[Paper] Alpaca: A Strong, Replicable Instruction-Following Model
Points
- Alpaca aims to support academic research on instruction-following large language models (LLMs), addressing deficiencies like hallucinations, toxicity, and biases.
- Uses the self-instruct approach to create an instruction-following dataset with text-davinci-003, costing under $500.
- The LLaMA 7B model is fine-tuned using efficient techniques.
Background
LLMs trained through instruction-following, such as ChatGPT, have significantly impacted daily life. However, these models still face issues like generating misinformation, toxic content, and exhibiting social biases. To address these problems, academic research is essential. Closed-source models hinder this research, making it difficult to study instruction-following models.

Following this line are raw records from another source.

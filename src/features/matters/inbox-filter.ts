import { MATTER_STATES, type MatterState } from '../../../shared/schemas/matters.ts';

/** Which matters the inbox shows; it stands in its address. */
export type InboxFilter = {
  readonly state: MatterState | 'all';
  readonly kind: string;
  readonly text: string;
  readonly mine: boolean;
  readonly overdue: boolean;
};

/** The filter that an address says; what waits for the team where it says none. */
export function filterOfAddress(words: URLSearchParams): InboxFilter {
  const asked = words.get('state');
  const state = MATTER_STATES.find((one) => one === asked) ?? (asked === 'all' ? 'all' : 'open');
  return {
    state,
    kind: words.get('kind') ?? '',
    text: words.get('text') ?? '',
    mine: words.get('mine') === 'true',
    overdue: words.get('overdue') === 'true',
  };
}

function said(values: Readonly<Record<string, string>>): Record<string, string> {
  return Object.fromEntries(Object.entries(values).filter(([, value]) => value !== ''));
}

/** A filter as an address says it. */
export function addressOfFilter({ state, mine, overdue, kind, text }: InboxFilter) {
  return said({
    ...{ state: state === 'open' ? '' : state, kind, text },
    ...{ mine: mine ? 'true' : '', overdue: overdue ? 'true' : '' },
  });
}

/** A filter as the server is asked. */
export function queryOfFilter({ state, mine, overdue, kind, text }: InboxFilter) {
  return said({
    ...{ state: state === 'all' ? '' : state, kind, text: text.trim() },
    ...{ mine: mine ? 'true' : '', overdue: overdue ? 'true' : '' },
  });
}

Alpaca is a model designed for academic research, fine-tuned from the LLaMA 7B model using 52k instruction-following data generated from OpenAI’s text-davinci-003. Commercial use of Alpaca is prohibitied by following reasons:
- Non-commercial license: LLaMA
- Data restrictions: Based on text-davinci-003 prohibiting competition with OpenAI
- Deployment caution: Not designed with adequate safety mesuares for general use.
Training Recipe
To train a high-quality instruction-following model under an academic budget, two key challenges are addressed:
- Strong pre-trained language model: LLaMA models
- High-quality instruction-following data: Self-instruct method
Self-instruct method
- Seed set: 175 human-written instruction-following output pairs from self-instruct seed set.
- Data generation: Prompting text-davinci-003 to generate more instructions using the seed set as examples.
- Efficiency: Improved the self-instruct method, generating 52k unique instructions and outputs for less than $500 using the OpenAI API.
Fine-tuning the model
- Process: LLaMA models are fine-tuned with the generated instruction-following dataset using fully shared data parallel (FSDP) and mixed precision trianing.
- Cost and time: Fine-tuning a 7B LLaMA model took 3 hours on eight 80GB A100s, costing less than $100 on most cloud compute providers.
Preliminary Evaluation
Human evaluation was conducted on inputs from the self-instruct evaluation set. Key findings include:
- Comparison: Alpaca 7B vs. text-davinci-003
- Performance: Alpaca wins 90 to 89 comparisons.
- Given Alpaca’s smaller size and limited data, it performed similarly to text-davinci-003.
- Generation style: Alpaca’s outputs tend to be similar with text-davinci-003, and reflect the general style of the training dataset.
- Evaluation limitation: The evaluation data’s limitations should be noted.
- An interactive demo was released to gather further feedback.
Known Limitiations
Alpaca shares common deficiencies with LLMs, such as hallucinations, toxicity, and stereotypes. It struggles particularly with hallucination, sometimes producing well-written misinformation. Despite these issues, Alpaca provides a lightweight model for studying these deficiencies, aiding academic research.
Release
Released assets:
- Demo: Interactive demo for evaluation
- Data: 52k demonstrations used to fine-tune Alpaca
- Data generation process: Code for generating the data
- Training code: Fine-tuning code using Hugging Face API
Future release:
- Model weights: Pending guidance from Meta
The release aims to support academic studies on instruction-following LMs and developing new technique to address the existing deficiencies.